だが、俺はそれを生かして養蜂家になる事にした。実家をリフォームし、いろんなミツバチを住まわせたのだ。そのころになると蜂たちは俺のいう事を素直に聞いてくれるくらいにはなっており、俺も自分の特異性を受け入れる事が出来ていた。幼少期には蜂人間と気味悪がられて友達なんて出来なかったからな。

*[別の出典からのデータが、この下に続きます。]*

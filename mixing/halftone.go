package mixing

import (
	"encoding/json"
	"errors"
	"fmt"
	"math"
	"strings"

	"github.com/antipode-color/antipode/colorimetry"
)

// The halftone print model. A halftone prints each ink as dots whose
// fraction of the area, the coverage, carries the tone; the eye averages
// dots and paper. For k inks printed independently of one another
// (rotated screens, stochastic screens), the fraction of the area covered
// by exactly the inks in a set p is given by the Demichel (1924)
// equations,
//
//	w_p = Πᵢ (aᵢ if ink i is in p, else 1 − aᵢ),
//
// over the 2^k Neugebauer primaries: the bare paper, each solid ink and
// every solid overprint. The Yule–Nielsen modified spectral Neugebauer
// model (Viggiano 1990; Yule and Nielsen 1951) predicts the reflectance
//
//	R(λ) = [Σ_p w_p·R_p(λ)^(1/n)]^n,
//
// with R_p the measured primaries and n ≥ 1 the Yule–Nielsen factor, which
// stands for light scattered sideways in the paper under the dots (optical
// dot gain). n = 1 is the spectral Neugebauer model, and with one ink the
// Murray–Davies equation (Murray 1936) R = (1 − a)·R_paper + a·R_solid.
//
// The coverages aᵢ in these equations are effective coverages. The
// coverage sent to the plate or the printer, the nominal coverage, grows
// on the way to paper (mechanical dot gain); each ink's dot-gain curve
// maps nominal to effective coverage. Coverages are fractions 0–1 in the
// library; the trade writes percent, and the CLI reads and prints percent.

// HalftoneKind is the model kind of the halftone print model in model
// files.
const HalftoneKind = "halftone"

// Limits of the halftone model.
const (
	// MaxHalftoneInks is the largest number of inks of a halftone model:
	// four inks need 16 measured primaries; more are left out (each
	// further ink doubles the primaries to measure).
	MaxHalftoneInks = 4
	// MinNFactor and MaxNFactor bound the Yule–Nielsen factor. n = 1 is
	// no optical dot gain; values beyond 10 behave like the n → ∞ limit
	// (density additivity) and point at a measurement problem rather than
	// at the paper: common practice (no source).
	MinNFactor = 1
	MaxNFactor = 10
)

// Errors of the halftone model.
var (
	// ErrHalftoneData reports calibration data that the halftone model
	// cannot use; the wrapping error says what and where.
	ErrHalftoneData = errors.New("unusable halftone calibration data")
	// ErrUnknownInk reports a coverage for an ink that the model lacks.
	ErrUnknownInk = errors.New("no such ink in the model")
)

// MurrayDavies returns the reflectance (fraction 0–1) of a halftone of
// one ink at effective coverage a (0–1) on paper of reflectance paper,
// where the solid ink has reflectance solid: (1 − a)·paper + a·solid
// (Murray, J. Franklin Inst. 221, 721–744, 1936). It applies at one
// wavelength or to luminance factors Y/100 alike. Special cases are:
//
//	MurrayDavies(p, s, 0) = p
//	MurrayDavies(p, s, 1) = s
func MurrayDavies(paper, solid, a float64) float64 {
	return (1-a)*paper + a*solid
}

// YuleNielsen returns the reflectance (fraction 0–1) of a halftone of one
// ink at effective coverage a (0–1) by the Yule–Nielsen modified
// Murray–Davies equation, R = [(1 − a)·paper^(1/n) + a·solid^(1/n)]^n
// (Yule and Nielsen, TAGA Proc. 3, 65–76, 1951), with n ≥ 1 the
// Yule–Nielsen factor. Negative reflectances (measurement noise near
// black) are taken as 0. Special cases are:
//
//	YuleNielsen(p, s, a, 1) = MurrayDavies(p, s, a)
//	YuleNielsen(p, s, 0, n) = p, YuleNielsen(p, s, 1, n) = s (p, s ≥ 0)
func YuleNielsen(paper, solid, a, n float64) float64 {
	paper, solid = math.Max(paper, 0), math.Max(solid, 0)
	switch {
	case n == 1:
		return MurrayDavies(paper, solid, a)
	case a == 0:
		return paper
	case a == 1:
		return solid
	}
	return math.Pow((1-a)*math.Pow(paper, 1/n)+a*math.Pow(solid, 1/n), n)
}

// YuleNielsenCoverage inverts YuleNielsen: the effective coverage a that
// gives the tint's reflectance tint between paper and solid,
//
//	a = (paper^(1/n) − tint^(1/n)) / (paper^(1/n) − solid^(1/n)).
//
// With n = 1 and luminance factors (Y/100) it is the Murray–Davies tone
// value of the printing standards (ISO 12647-1, written there with
// densities relative to the paper, a = (1 − 10^−D_t)/(1 − 10^−D_s): from
// memory). The result is not clamped: a tint lighter than the paper gives
// a < 0, one darker than the solid a > 1. It returns an error when paper
// and solid are equal (no contrast to measure a coverage by), a value is
// negative or not finite, or n is outside [MinNFactor, MaxNFactor].
func YuleNielsenCoverage(paper, solid, tint, n float64) (float64, error) {
	for _, v := range []struct {
		name string
		x    float64
	}{{"paper", paper}, {"solid", solid}, {"tint", tint}} {
		if !htFinite(v.x) || v.x < 0 {
			return 0, fmt.Errorf("yule–nielsen coverage: %s reflectance %v is not a finite non-negative number", v.name, v.x)
		}
	}
	if !htFinite(n) || n < MinNFactor || n > MaxNFactor {
		return 0, fmt.Errorf("yule–nielsen coverage: n %v is outside [%g, %g]", n, float64(MinNFactor), float64(MaxNFactor))
	}
	p, s, t := math.Pow(paper, 1/n), math.Pow(solid, 1/n), math.Pow(tint, 1/n)
	if p == s {
		return 0, fmt.Errorf("yule–nielsen coverage: paper and solid have the same reflectance %g: no contrast", paper)
	}
	return (p - t) / (p - s), nil
}

// DemichelTo fills dst with the Demichel weights of the 2^k Neugebauer
// primaries for the effective coverages a (k inks, each 0–1) and returns
// it: dst[p] = Πᵢ (a[i] if bit i of p is set, else 1 − a[i]), the fraction
// of the area covered by exactly the inks of p when the inks' dots fall
// independently of one another (Demichel 1924). dst[0] is the bare paper.
// The weights sum to 1 for any a. It panics if len(dst) != 2^len(a).
func DemichelTo(dst, a []float64) []float64 {
	if len(dst) != 1<<len(a) {
		panic("mixing: Demichel weights need 2^k entries for k inks")
	}
	dst[0] = 1
	size := 1
	for i, ai := range a {
		// Entries [0, size) cover inks 0…i−1; split each on ink i.
		for p := range size {
			w := dst[p]
			dst[p] = w * (1 - ai)
			dst[p|1<<i] = w * ai
		}
		size <<= 1
	}
	return dst
}

// PrimaryName returns the name of Neugebauer primary p (a bit set over
// inks): "paper" for 0, else the inks of p joined by "+", e.g. "c+m+y".
// It panics if p has a bit beyond the inks.
func PrimaryName(inks []string, p int) string {
	if p < 0 || p >= 1<<len(inks) {
		panic("mixing: primary index beyond the inks")
	}
	if p == 0 {
		return "paper"
	}
	var parts []string
	for i, name := range inks {
		if p&(1<<i) != 0 {
			parts = append(parts, name)
		}
	}
	return strings.Join(parts, "+")
}

// DotGain is an ink's dot-gain curve: the effective coverage (0–1, what
// the Yule–Nielsen–Neugebauer equations see) as a function of the nominal
// coverage (0–1, what is sent to the plate or the printer). It is a
// monotone piecewise cubic through knots from (0, 0) to (1, 1) (Fritsch
// and Butland, SIAM J. Sci. Stat. Comput. 5(2), 300–304, 1984). The zero
// value is no dot gain (effective = nominal). It is immutable.
type DotGain struct {
	nominal, effective []float64
	r                  LightResponse // the same monotone curve as a light's response
}

// NewDotGain returns the dot-gain curve through the knots (nominal[k],
// effective[k]). Nominal coverages must be finite and strictly
// increasing from 0 to 1, effective coverages non-decreasing from 0 to 1;
// at least two knots.
func NewDotGain(nominal, effective []float64) (DotGain, error) {
	n := len(nominal)
	if len(effective) != n {
		return DotGain{}, fmt.Errorf("dot gain: %d nominal but %d effective coverages", n, len(effective))
	}
	if n < 2 {
		return DotGain{}, fmt.Errorf("dot gain: %d knots, need at least 2", n)
	}
	for k := range n {
		if !htFinite(nominal[k]) || !htFinite(effective[k]) {
			return DotGain{}, fmt.Errorf("dot gain: knot %d (nominal %v, effective %v): %w", k+1, nominal[k], effective[k], ErrNotFinite)
		}
	}
	if nominal[0] != 0 || nominal[n-1] != 1 || effective[0] != 0 || effective[n-1] != 1 {
		return DotGain{}, fmt.Errorf("dot gain: the knots must run from (nominal 0, effective 0) to (nominal 1, effective 1); got (%g, %g) to (%g, %g)",
			nominal[0], effective[0], nominal[n-1], effective[n-1])
	}
	for k := 1; k < n; k++ {
		if nominal[k] <= nominal[k-1] {
			return DotGain{}, fmt.Errorf("dot gain: knot %d: nominal coverage %g does not increase from %g", k+1, nominal[k], nominal[k-1])
		}
		if effective[k] < effective[k-1] {
			return DotGain{}, fmt.Errorf("dot gain: knot %d: effective coverage falls from %g to %g at nominal %g", k+1, effective[k-1], effective[k], nominal[k])
		}
	}
	r, err := MonotoneResponse(nominal, effective)
	if err != nil {
		return DotGain{}, fmt.Errorf("dot gain: %w", err)
	}
	return DotGain{nominal: append([]float64(nil), nominal...), effective: append([]float64(nil), effective...), r: r}, nil
}

// Effective returns the effective coverage (0–1) at nominal coverage a
// (0–1; values outside are clamped to it).
func (d DotGain) Effective(a float64) float64 {
	a = math.Min(math.Max(a, 0), 1)
	if d.nominal == nil {
		return a
	}
	return d.r.Output(a)
}

// Nominal returns the nominal coverage (0–1) that prints at effective
// coverage e, the inverse of Effective (where the curve is flat, the
// lowest such nominal coverage; to 1e-12).
func (d DotGain) Nominal(e float64) float64 {
	e = math.Min(math.Max(e, 0), 1)
	if d.nominal == nil {
		return e
	}
	return d.r.Drive(e)
}

// Gain returns the dot gain at nominal coverage a: Effective(a) − a, as a
// fraction (0.17 is the trade's "17 %" at that tone).
func (d DotGain) Gain(a float64) float64 {
	return d.Effective(a) - math.Min(math.Max(a, 0), 1)
}

// Knots returns copies of the curve's knots (nil, nil for the zero value).
func (d DotGain) Knots() (nominal, effective []float64) {
	if d.nominal == nil {
		return nil, nil
	}
	return append([]float64(nil), d.nominal...), append([]float64(nil), d.effective...)
}

// Halftone is a Yule–Nielsen modified spectral Neugebauer model of a
// printing process with one to MaxHalftoneInks inks: the measured
// primaries on one wavelength grid, the Yule–Nielsen factor (one for all
// inks, or one per ink) and each ink's dot-gain curve, with the fit report
// of its calibration. Its kind is "halftone". It is immutable and safe for
// concurrent use.
//
// With one n per ink, a patch is computed with the coverage-weighted mean
// n = Σ eᵢ·nᵢ / Σ eᵢ over the effective coverages eᵢ: a patch of one ink
// uses that ink's n exactly (the Yule–Nielsen model of its ramp), and with
// all nᵢ equal the model is the usual one. The weighting is this
// library's choice (no published source): the Yule–Nielsen–Neugebauer
// model has one n.
type Halftone struct {
	grid colorimetry.Grid
	inks []string
	prim [][]float64 // 2^k primaries on grid, clamped at 0
	n    []float64   // 1 or k factors
	nSE  []float64   // standard errors of n from the fit (0: unknown or fixed)
	gain []DotGain   // k curves
	tac  float64     // total area coverage limit of the press, percent; 0 = none

	// Precomputed for the forward model.
	q    [][]float64 // prim^(1/n) for one n
	logp [][]float64 // ln prim for per-ink n

	report   FitReport
	inkFits  []InkFit
	primFits []PrimaryFit
}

だが、養蜂家として俺は大成功を収める事が出来た。何しろミツバチ達は一番うまい蜜をくれるのだ。更にオオスズメバチは俺が言えば絶対にミツバチを襲わず、護衛のようにミツバチを狙う虫たちを追い払ってくれる。幼少期からある巣はかなりのでかさになって今も健在で一部がミツバチの巣とつながっている。俺以外の誰が見ても異常な光景だが俺にとっては見慣れた風景だ。
養蜂家として活動して早10年。今では俺が売る蜂蜜はブランド品にまで上り詰め、注文が殺到する人気商品となっている。たまにテレビ局の取材が入るが流石にこの光景を見せるわけにはいかないので断ってはいるがな。
「今日もいつも通りの日だった」
最近はこの穏やかな生活に物足りなさを感じるくらいには充実した毎日を送っている。本当なら彼女でも見つけて子供を作った方が良いのかもしれないがこんな俺を受け入れてくれるかは怪しいし、何より下手に広まって解剖行きとかはごめんだ。ならば一生独身貴族でいる方が自分の為になるだろう。
「……ああ、だけどどうせなら一度は恋愛をしてみたかったなぁ」
俺はそんなことを呟きながら眠りにつくのだった。